Court Martial: Outrage over death sentence on soldiers


– It’s improper, against the Law

It was news that brought some disquiet to many Nigerians who have heard about it. Prominent Nigerians and trade unionists too have been so outraged and have voiced their dissent on the court martial and death sentence handed down to 12 soldiers.

Eighteen soldiers were charged but five were acquitted by the tribunal headed by Brigadier General Chukwuemeka Okonkwo.

Sentenced to die for an alleged mutiny and criminal conspiracy to commit mutiny were: Cpl Jasper Braidolor, Cpl David Musa, LCpl Friday Onun, LCpl Yusuf Shuaibu, LCpl Igomu Emmanuel, Pte Andrew Ngbede, Pte Nurudeen Ahmed, Pte Ifeanyi Alukhagbe, Pte Alao Samuel, Pte Amadi Chukwudi, Pte Allan Linus and LCpl Stephen Clement.

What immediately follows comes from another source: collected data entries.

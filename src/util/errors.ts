/**
 * Errors hawser raises for bad input and bad usage. The CLI maps them to exit codes:
 * InputError -> 1 (the message names file, line and field), UsageError -> 2.
 */

/** Where in a file a problem was found. `line` is 1-based; `field` is a column or JSON key. */
export interface InputLocation {
  file: string;
  line?: number | undefined;
  field?: string | undefined;
}

/**
 * A file name as messages give it: "-" is standard input (src/read/lines.ts STDIN, not imported
 * here, which it imports), and a message that starts "-:12:" reads as noise.
 */
export function fileShown(file: string): string {
  return file === "-" ? "stdin" : file;
}

/** Bad input data: the message always starts with `file:line` and names the field when known. */
export class InputError extends Error {
  readonly file: string;
  readonly line: number | undefined;
  readonly field: string | undefined;
  /** What is wrong, without the location (the message is the two together). */
  readonly problem: string;

  constructor(location: InputLocation, problem: string) {
    const file = fileShown(location.file);
    const where = location.line === undefined ? file : `${file}:${location.line}`;
    const field = location.field === undefined ? "" : ` field "${location.field}":`;
    super(`${where}:${field} ${problem}`);
    this.name = "InputError";
    this.file = location.file;
    this.line = location.line;
    this.field = location.field;
    this.problem = problem;
  }
}

/** Wrong use of a command or API (unknown option, missing argument, incompatible settings). */
export class UsageError extends Error {
  constructor(message: string) {
    super(message);
    this.name = "UsageError";
  }
}

/**
 * A value as a usage error shows it: JSON, but numbers as JavaScript writes them (NaN, Infinity:
 * JSON says null) and a missing value as "nothing".
 */
export function shown(v: unknown): string {
  if (v === undefined) return "nothing";
  return typeof v === "number" ? String(v) : (JSON.stringify(v) ?? String(v));
}

/** A number in [lo, hi], else a UsageError naming it. */
export function checkRange(name: string, v: unknown, lo: number, hi: number): number {
  if (!(typeof v === "number" && v >= lo && v <= hi))
    throw new UsageError(`${name} must be a number in [${lo}, ${hi}], got ${shown(v)}`);
  return v;
}

/** A whole number in [lo, hi] (lo -Infinity: any whole number), else a UsageError naming it. */
export function checkWhole(name: string, v: unknown, lo: number, hi = Number.MAX_SAFE_INTEGER): number {
  if (!(typeof v === "number" && Number.isInteger(v) && v >= lo && v <= hi)) {
    const bounds = hi !== Number.MAX_SAFE_INTEGER ? ` in [${lo}, ${hi}]` : lo > -Infinity ? ` >= ${lo}` : "";
    throw new UsageError(`${name} must be a whole number${bounds}, got ${shown(v)}`);
  }
  return v;
}

/**
 * Throws a UsageError unless each named option of a library call is a non-empty string (a path);
 * `optional` names may also be absent (undefined). A number is no path: Node would read it as a
 * file descriptor (0, standard input).
 */
export function requirePaths(
  call: string,
  options: object,
  names: readonly string[],
  optional: readonly string[] = [],
): void {
  if (typeof options !== "object" || options === null || Array.isArray(options))
    throw new UsageError(`${call} needs an object of options, got ${String(options)}`);
  const o = options as Record<string, unknown>;
  for (const name of [...names, ...optional]) {
    const v = o[name];
    if (v === undefined && optional.includes(name)) continue;
    if (typeof v !== "string" || v === "")
      throw new UsageError(`${call} needs ${name}, a file name, got ${shown(v)}`);
  }
}

/** Throws a UsageError unless `v` is a function or absent (a callback option). */
export function requireCallback(call: string, name: string, v: unknown): void {
  if (v !== undefined && typeof v !== "function")
    throw new UsageError(`${call}: ${name} must be a function, got ${shown(v)}`);
}

/**
 * An output that cannot be written (a full disk, a closed or failing standard output): no fault
 * of the input or of hawser. The command line exits 74 (EX_IOERR of sysexits.h) on it.
 */
export class OutputError extends Error {
  readonly target: string;
  readonly causeMessage: string;

  constructor(target: string, cause: Error) {
    super(`cannot write ${target}: ${cause.message}`);
    this.name = "OutputError";
    this.target = target;
    this.causeMessage = cause.message;
  }
}

/**
 * An error as it crosses from one thread to another (structured cloning keeps an Error's message
 * but not its class, which the command line's exit status and callers' `instanceof` go by).
 */
export interface ErrorMessage {
  name: string;
  message: string;
  stack?: string | undefined;
  location?: InputLocation | undefined;
  problem?: string | undefined;
  target?: string | undefined;
}

/** `e` as another thread can rebuild it (errorFromMessage). */
export function errorToMessage(e: unknown): ErrorMessage {
  if (e instanceof InputError)
    return {
      name: e.name,
      message: e.message,
      location: { file: e.file, line: e.line, field: e.field },
      problem: e.problem,
    };
  if (e instanceof OutputError)
    return { name: e.name, message: e.message, target: e.target, problem: e.causeMessage };
  if (e instanceof Error) return { name: e.name, message: e.message, stack: e.stack };
  return { name: "Error", message: String(e) };
}

/** The error errorToMessage sent: hawser's own classes again, other errors as plain Errors. */
export function errorFromMessage(m: ErrorMessage): Error {
  if (m.name === "InputError" && m.location !== undefined && m.problem !== undefined)
    return new InputError(m.location, m.problem);
  if (m.name === "UsageError") return new UsageError(m.message);
  if (m.name === "OutputError" && m.target !== undefined && m.problem !== undefined)
    return new OutputError(m.target, new Error(m.problem));
  const e = new Error(m.message);
  e.name = m.name;
  if (m.stack !== undefined) e.stack = m.stack;
  return e;
}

The five soldiers acquitted were Cpl David Luhbut, Cpl Muhammed Sani, Pte Iseh Ubong, Pte Sabastine Gwaba and Pte Inama Samuel.

Private Ichocho Jeremiah, the 18th soldier, was found guilty of “going AWOL – absent without leave” and was sentenced to 28 days in prison with hard labour.  Jeremiah was also found guilty of indiscipline but was only reprimanded for the first office.

All the soldiers belonged to the 101 Battalion. The convicted 12 were said to have allegedly opened fire, on a convoy conveying the Seven Division Commander, General Amadu Mohammed, at an army medical centre in Maiduguri, on May 14th 2014.

Reacting to the Court martial, President of the Nigerian Bar Association, NBA, Augustine Alegeh appealed to the Federal Government to intervene and save the lives of the soldiers.

“Military Laws are recognized in our constitution and those who have been sentenced to death have the right to appeal the judgment. However we are losing so many of our soldiers to violent activities of insurgents. So why do we want to kill them. The country should consider these soldiers and rescind the capital punishment,” the NBA president said.

Another appeal came from former NBA Chairman – Ikeja branch, Monday Ubani who urged President Jonathan to stop the execution. He said although mutiny was a criminal offence in the military, the soldiers had a right to appeal the decision in a higher court.

“We must take cognizance of the circumstances in which they had to fire at their boss. They had been denied enough equipment while there. Most of them have been sent to that warfront without a proper welfare,” Ubani added.

Human Rights lawyer, Olisa Agbakoba, a Senior Advocate of Nigeria SAN, said the judgment was unconstitutional.  Agbakoba argued that it was wrong for the military to be both judge and jury at the same time in such a case and insisted that the death sentence was against the law.

In the letter Agbakoba sent to the chief of Army Staff, Lt. Gen. Kenneth Minimah and copied to the Attorney General of the Federation, Bello Adoke and several others, he urged the army boss to refrain from confirming the decision to kill the soldiers. He said the sentence was unconstitutional in that it flouted the rule of natural justice as enshrined in section 36 of the constitution.

“We fully understand that Military discipline is based on obedience to superior orders and that mutiny is a serious offence, yet the Nigerian constitution guarantees a right to fair hearing to every Nigerian. The manner, procedure and process by which these condemned soldiers were sentenced to death is contrary to the Nigerian Constitution,” Agbakoba said.

The Trade Union Congress (TUC) praised the military for enforcing discipline but rejected the death sentence imposed on the soldiers.

“While we applaud these laudable efforts, we would also want to remind the Federal Government and the military leadership that inasmuch as the congress will not encourage revolt or disobedience to the military authorities, we will also not fail to reject and condemn the death sentence passed by the court martial on 12 soldiers,” TUC President, Comrade Bobboi Kaigama said.

Brigadier General Chukwuemeka Okonkwo, who presided over the court marshal said in his judgment:

“The soldiers succeeded in shooting at his staff car, thereby causing bullet impressions at the right rear door where the GOC sat.”

It could be recalled that the solders claimed that they were ambushed while on a special operation in Kalabalge LGA, near Chibok, where over 200 girls were abducted from a government college.

They alleged that after the operation, during which some military equipment were recovered from the insurgents, the solders, who arrived the operation location at night, were asked to return to Maiduguri  despite the pleading to be allowed to return the next morning as the night trip would be risky. The request was turned down.

Unfortunately, the troop had to drive to Maiduguri at night and half way through their journey, they were said to have ran into a Boko Haram ambush during which more than 10 of them were killed, while some others were injured. This ugly development allegedly angered the solders to rebel against their superiors whom they blamed for the death of their colleagues.